■ About this exercise: Nothing but the lines from the one containing "sumErrors(real(new Float64Array(3)), real(new" through the end of the entries should be set down, each exactly as written.

** Data for this exercise follows **

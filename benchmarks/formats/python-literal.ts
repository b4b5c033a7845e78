/** The literals of Python that headers of NPY files consist of, read without evaluating anything. */

import { DataError } from "../scoring/data-error";

/**
 * A value of the literal, with the index of its first character.
 *
 * @example parsePythonLiteral("(3, 4)", 0) // { kind: "tuple", items: [...], at: 0 }
 */
export type PythonValue =
  | { kind: "string"; text: string; at: number }
  | { kind: "integer"; value: number; at: number }
  | { kind: "boolean"; value: boolean; at: number }
  | { kind: "none"; at: number }
  | { kind: "tuple" | "list"; items: PythonValue[]; at: number }
  | { kind: "dict"; entries: Map<string, PythonValue>; at: number };

const maxDepth = 16;

/**
 * Reads one Python literal: a dictionary with string keys, a tuple, list, string, integer, boolean or None.
 *
 * Stricter than Python where NumPy never writes more: no expressions, no concatenated or prefixed strings,
 * no escapes in strings, no repeated keys. White space may follow the literal and nothing else.
 *
 * @param text the literal, one character a byte
 * @param firstByte byte offset of the text in its file, for refusals
 * @returns the value with positions counted in characters of `text`
 * @throws DataError `format/bad-header` naming the byte at which the text stops being a literal
 * @example parsePythonLiteral("{'shape': (3,)}", 10)
 * @see https://docs.python.org/3/reference/expressions.html#literals
 */
export function parsePythonLiteral(text: string, firstByte: number): PythonValue {
  const parser = new LiteralParser(text, firstByte);
  return parser.parseWhole();
}

class LiteralParser {
  private at = 0;

  constructor(
    private readonly text: string,
    private readonly firstByte: number,
  ) {}

  parseWhole(): PythonValue {
    const value = this.parseValue(0);
    this.skipSpace();
    if (this.at < this.text.length) this.fail("the end of the header");
    return value;
  }

  private parseValue(depth: number): PythonValue {
    if (depth > maxDepth) this.fail(`at most ${maxDepth} nested brackets`);
    this.skipSpace();
    const character = this.text[this.at];
    if (character === "{") return this.parseDict(depth);
    if (character === "(") return this.parseSequence("tuple", ")", depth);
    if (character === "[") return this.parseSequence("list", "]", depth);
    if (character === "'" || character === '"') return this.parseString(character);
    return this.parseWord();
  }

  private parseDict(depth: number): PythonValue {
    const start = this.at++;
    const entries = new Map<string, PythonValue>();
    for (;;) {
      this.skipSpace();
      if (this.takes("}")) return { kind: "dict", entries, at: start };
      const keyAt = this.at;
      const quote = this.text[this.at];
      if (quote !== "'" && quote !== '"') this.fail("a quoted key or a closing brace");
      const key = this.parseString(quote).text;
      if (entries.has(key)) this.fail(`each key once, and "${key}" is there twice`, keyAt);
      this.skipSpace();
      if (!this.takes(":")) this.fail("a colon");
      entries.set(key, this.parseValue(depth + 1));
      this.skipSpace();
      if (this.takes(",")) continue;
      if (this.text[this.at] !== "}") this.fail("a comma or a closing brace");
    }
  }

  private parseSequence(kind: "tuple" | "list", close: string, depth: number): PythonValue {
    const start = this.at++;
    const items: PythonValue[] = [];
    let hasComma = false;
    for (;;) {
      this.skipSpace();
      if (this.takes(close)) break;
      items.push(this.parseValue(depth + 1));
      this.skipSpace();
      if (this.takes(",")) hasComma = true;
      else if (this.text[this.at] !== close) this.fail(`a comma or "${close}"`);
    }
    // In Python (3) is a number and only (3,) a tuple.
    if (kind === "tuple" && items.length === 1 && !hasComma) this.fail("a comma after a tuple's only item");
    return { kind, items, at: start };
  }

  private parseString(quote: string): { kind: "string"; text: string; at: number } {
    const start = this.at++;
    const end = this.text.indexOf(quote, this.at);
    if (end < 0) this.fail("a closing quotation mark", this.text.length);
    const text = this.text.slice(this.at, end);
    const escape = text.search(/[\\\n]/);
    if (escape >= 0) this.fail("a string without escapes and line ends", this.at + escape);
    this.at = end + 1;
    return { kind: "string", text, at: start };
  }

  private parseWord(): PythonValue {
    const start = this.at;
    const word = /^-?[A-Za-z0-9_]+/.exec(this.text.slice(start, start + 64))?.[0] ?? "";
    this.at += word.length;
    if (word === "True" || word === "False") return { kind: "boolean", value: word === "True", at: start };
    if (word === "None") return { kind: "none", at: start };
    // Python 2 wrote long integers with an L.
    if (/^-?(0|[1-9][0-9]*)L?$/.test(word)) {
      return { kind: "integer", value: Number.parseInt(word, 10), at: start };
    }
    return this.fail("a literal", start);
  }

  private takes(character: string): boolean {
    if (this.text[this.at] !== character) return false;
    this.at++;
    return true;
  }

  private skipSpace(): void {
    while (this.at < this.text.length && " \t\r\n".includes(this.text[this.at])) this.at++;
  }

  private fail(expected: string, at = this.at): never {
    const byte = this.firstByte + at;
    const found = at < this.text.length ? JSON.stringify(this.text.slice(at, at + 12)) : "the header's end";
    throw new DataError(
      "format/bad-header",
      `The header is not a Python dictionary of literals: at byte ${byte} stands ${found}, expected was ` +
        `${expected}. Write the file with numpy.save or numpy.savez.`,
      `byte ${byte}`,
    );
  }
}
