import { describe, expect, it } from "vitest";
import { takacsSplit } from "@/benchmarks/norms/takacs-split";

const n = 128;
const grid = Float64Array.from({ length: n }, (_, j) => (2 * Math.PI * j) / n);
const exact = grid.map((x) => Math.exp(Math.sin(x)));

function split(u: Float64Array) {
  const parts = takacsSplit(u, exact);
  if (!parts) throw new Error("the split is undefined");
  return parts;
}

describe("Takacs' split of the mean-square error", () => {
  it("adds up to the mean-square error to 1e-12 at shifts down to 1e-9", () => {
    for (let shift = 1; shift >= 1e-9; shift /= 10) {
      for (const amplitude of [1, 1 + shift, 1 - shift / 3]) {
        const { dissipation, dispersion, meanSquare } = split(
          grid.map((x) => amplitude * Math.exp(Math.sin(x - shift))),
        );
        expect(Math.abs((dissipation + dispersion) / meanSquare - 1)).toBeLessThanOrEqual(1e-12);
      }
    }
  });

  it("calls a shifted wave pure dispersion and a damped one pure dissipation", () => {
    const shifted = split(grid.map((x) => Math.exp(Math.sin(x - 1e-4))));
    expect(shifted.dissipation).toBeLessThanOrEqual(1e-12 * shifted.dispersion);
    const damped = split(exact.map((value) => 0.999 * value));
    expect(damped.dispersion).toBeLessThanOrEqual(1e-12 * damped.dissipation);
  });

  it("equals the published form where that loses no digits", () => {
    const u = grid.map((x) => 0.9 * Math.exp(Math.sin(x - 0.7)) + 0.05);
    const mean = (values: Float64Array) => values.reduce((sum, v) => sum + v, 0) / n;
    const [meanU, meanExact] = [mean(u), mean(exact)];
    const sigmaU = Math.sqrt(mean(u.map((v) => (v - meanU) ** 2)));
    const sigmaExact = Math.sqrt(mean(exact.map((v) => (v - meanExact) ** 2)));
    const rho = mean(u.map((v, j) => (v - meanU) * (exact[j] - meanExact))) / (sigmaU * sigmaExact);
    const { dissipation, dispersion } = split(u);
    expect(dissipation).toBeCloseTo((sigmaU - sigmaExact) ** 2 + (meanU - meanExact) ** 2, 14);
    expect(dispersion).toBeCloseTo(2 * (1 - rho) * sigmaU * sigmaExact, 14);
  });

  it("is undefined where a field is constant", () => {
    expect(takacsSplit(new Float64Array(n).fill(1), exact)).toBeNull();
    expect(takacsSplit(exact, new Float64Array(n))).toBeNull();
  });
});
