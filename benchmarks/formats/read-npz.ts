/** Reads NPZ files, the zip archives of numpy.savez and numpy.savez_compressed. */

import { DataError } from "../scoring/data-error";

import { defaultLimits, type FieldArray, type ReadLimits } from "./field-file";
import { readNpy } from "./read-npy";
import { unpackEntry } from "./unpack-entry";
import { readZipDirectory, type ZipEntry } from "./zip-directory";

/**
 * Reads the arrays of an NPZ file by name.
 *
 * The declared sizes of all entries are checked against `maxUnpackedBytes` before the first one is unpacked,
 * unpacking stops at the declared size, and each entry's CRC-32 is verified.
 *
 * @param bytes the whole file
 * @param limits what may be allocated
 * @returns arrays by entry name without `.npy`, in the order of the archive
 * @throws DataError the codes of `readZipDirectory`, `unpackEntry` and `readNpy`, also `format/entry-name`,
 *   `format/too-large` and `format/no-arrays`, naming the entry and byte offset
 * @example readNpz(await readFile("n64.npz")).get("u")
 * @see https://numpy.org/doc/stable/reference/generated/numpy.savez.html
 */
export function readNpz(bytes: Uint8Array, limits: ReadLimits = defaultLimits): Map<string, FieldArray> {
  const entries = readZipDirectory(bytes);
  if (entries.length === 0) {
    throw new DataError(
      "format/no-arrays",
      "The archive is empty. Write u (and x) with numpy.savez.",
      "byte 0",
    );
  }
  const names = entries.map(arrayName);
  checkDeclaredSizes(entries, limits);
  const arrays = new Map<string, FieldArray>();
  let left = limits.maxUnpackedBytes;
  entries.forEach((entry, index) => {
    const array = readEntry(bytes, entry, { ...limits, maxUnpackedBytes: left });
    left -= array.values.byteLength + (array.imaginary?.byteLength ?? 0);
    arrays.set(names[index], array);
  });
  return arrays;
}

function arrayName(entry: ZipEntry): string {
  const where = `entry ${printable(entry.name)}, byte ${entry.dataAt}`;
  if (!entry.name.endsWith(".npy")) {
    throw new DataError(
      "format/entry-name",
      `The archive holds "${printable(entry.name)}", which is not an NPY file. An NPZ file holds u.npy and, where ` +
        "wanted, x.npy, y.npy and t.npy: write it with numpy.savez.",
      where,
    );
  }
  const name = entry.name.slice(0, -".npy".length);
  if (!/^[\p{L}_][\p{L}\p{N}_]{0,63}$/u.test(name)) {
    throw new DataError(
      "format/entry-name",
      `The entry "${printable(entry.name)}" is not named like an array: expected were a letter, then letters, ` +
        "digits and underscores, without folders. Write the file with numpy.savez(file, x=x, u=u).",
      where,
    );
  }
  return name;
}

/** At most 64 characters, control characters replaced, so that a hostile name cannot spoil a message. */
function printable(name: string): string {
  return name.slice(0, 64).replace(/[\p{C}"]/gu, "?");
}

function checkDeclaredSizes(entries: readonly ZipEntry[], limits: ReadLimits): void {
  let total = 0;
  for (const entry of entries) {
    total += entry.bytes;
    if (total <= limits.maxUnpackedBytes) continue;
    throw new DataError(
      "format/too-large",
      `The archive declares ${total} bytes unpacked up to the entry "${entry.name}". At most ` +
        `${limits.maxUnpackedBytes} bytes are unpacked from one file.`,
      `entry ${entry.name}, byte ${entry.dataAt}`,
    );
  }
}

function readEntry(bytes: Uint8Array, entry: ZipEntry, limits: ReadLimits): FieldArray {
  const unpacked = unpackEntry(bytes, entry);
  try {
    return readNpy(unpacked, limits);
  } catch (error) {
    if (!(error instanceof DataError)) throw error;
    throw new DataError(
      error.code,
      `Entry "${entry.name}": ${error.message}`,
      `entry ${entry.name}, ${error.where ?? "byte 0"}`,
    );
  }
}
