import { describe, expect, it } from "vitest";
import { normsOf, sumErrors } from "@/benchmarks/norms/error-norms";
import { ErrorSums } from "@/benchmarks/norms/error-sums";
import { findNonFinite } from "@/benchmarks/norms/finite-values";

const eps = 2 ** -52;
const real = (values: Float64Array) => ({ values, imaginary: null });

/** Values without a pattern, the same in every run. */
function scattered(n: number, seed: number): Float64Array {
  let state = seed;
  return Float64Array.from({ length: n }, () => {
    state = (state * 1103515245 + 12345) % 2147483648;
    return state / 1073741824 - 1;
  });
}

describe("norms of gridded errors", () => {
  it("are what the definitions say on a small example", () => {
    const sums = sumErrors(real(Float64Array.of(1, 2, 4)), real(Float64Array.of(1, 1, 1)), [
      Float64Array.of(0.5, 1, 0.5),
    ]);
    expect(normsOf([sums])).toEqual({
      l1: 2.5,
      l2: Math.sqrt(5.5),
      max: 3,
      relL1: 1.25,
      relL2: Math.sqrt(5.5) / Math.sqrt(2),
      relMax: 3,
    });
    expect(sums.defect).toBe(2.5);
  });

  it("do not depend on how a field is cut into pieces beyond 1e-14", () => {
    const n = 100_000;
    const [u, exact] = [scattered(n, 1), scattered(n, 2)];
    const weights = new Float64Array(n).fill(1 / n);
    const whole = normsOf([sumErrors(real(u), real(exact), [weights])]);
    for (const piece of [1, 7, 100, 4096]) {
      const sums = new ErrorSums();
      for (let from = 0; from < n; from += piece)
        sums.add(u, exact, weights.subarray(from, from + piece), from);
      const cut = normsOf([sums]);
      for (const key of ["l1", "l2", "relL1", "relL2"] as const) {
        expect(Math.abs((cut[key] ?? 0) / (whole[key] ?? 1) - 1)).toBeLessThanOrEqual(1e-14);
      }
      expect(cut.max).toBe(whole.max);
    }
  });

  it("keep small errors beside large ones: a sum over a million nodes is exact to 1e-14", () => {
    const n = 2 ** 20;
    const u = new Float64Array(n).fill(0.1);
    const sums = sumErrors(real(u), real(new Float64Array(n)), [new Float64Array(n).fill(1)]);
    expect(Math.abs(sums.errorL1 / (0.1 * n) - 1)).toBeLessThanOrEqual(1e-14);
  });

  it("of a tensor grid weight each axis", () => {
    const u = Float64Array.of(1, 1, 1, 1, 1, 1);
    const sums = sumErrors(real(u), real(new Float64Array(6)), [
      Float64Array.of(1, 3),
      Float64Array.of(1, 2, 4),
    ]);
    expect(sums.errorL1).toBe(28);
    expect(sums.exactL1).toBe(0);
  });

  it("take the modulus of complex errors, and agree with the real ones where the imaginary part is zero", () => {
    const n = 300;
    const [u, exact] = [scattered(n, 3), scattered(n, 4)];
    const weights = new Float64Array(n).fill(0.5);
    const zero = new Float64Array(n);
    const asReal = normsOf([sumErrors(real(u), real(exact), [weights])]);
    const asComplex = normsOf([sumErrors({ values: u, imaginary: zero }, real(exact), [weights])]);
    for (const key of ["l1", "l2", "max"] as const) {
      expect(Math.abs(asComplex[key] - asReal[key])).toBeLessThanOrEqual(8 * eps * asReal[key]);
    }
    const rotated = sumErrors(
      { values: Float64Array.of(3), imaginary: Float64Array.of(4) },
      { values: Float64Array.of(0), imaginary: Float64Array.of(0) },
      [Float64Array.of(1)],
    );
    expect(normsOf([rotated]).max).toBe(5);
  });

  it("of several fields combine: L1 by sum, L2 by root of squares, max by the largest", () => {
    const one = sumErrors(real(Float64Array.of(3)), real(Float64Array.of(1)), [Float64Array.of(1)]);
    const two = sumErrors(real(Float64Array.of(4)), real(Float64Array.of(2.5)), [Float64Array.of(1)]);
    const norms = normsOf([one, two]);
    expect([norms.l1, norms.l2, norms.max]).toEqual([3.5, 2.5, 2]);
    expect(norms.relMax).toBe(2 / 2.5);
  });

  it("have no relative form where the exact solution vanishes", () => {
    const norms = normsOf([
      sumErrors(real(Float64Array.of(1)), real(Float64Array.of(0)), [Float64Array.of(1)]),
    ]);
    expect([norms.relL1, norms.relL2, norms.relMax]).toEqual([null, null, null]);
  });

  it("refuse values that do not fill the grid", () => {
    expect(() =>
      sumErrors(real(new Float64Array(3)), real(new Float64Array(4)), [new Float64Array(4)]),
    ).toThrow(RangeError);
  });
});

describe("values that are not finite", () => {
  it("are found with the first index and their number", () => {
    expect(findNonFinite(Float64Array.of(1, NaN, 2, -Infinity))).toEqual({ index: 1, count: 2 });
    expect(findNonFinite(Float64Array.of(1e308, -1e308, 0))).toBeNull();
  });
});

** End of Data for this exercise **

■ Written response:
      sumErrors(real(new Float64Array(3)), real(new Float64Array(4)), [new Float64Array(4)]),
    ).toThrow(RangeError);
  });
});

describe("values that are not finite", () => {
  it("are found with the first index and their number", () => {
    expect(findNonFinite(Float64Array.of(1, NaN, 2, -Infinity))).toEqual({ index: 1, count: 2 });
    expect(findNonFinite(Float64Array.of(1e308, -1e308, 0))).toBeNull();
  });
});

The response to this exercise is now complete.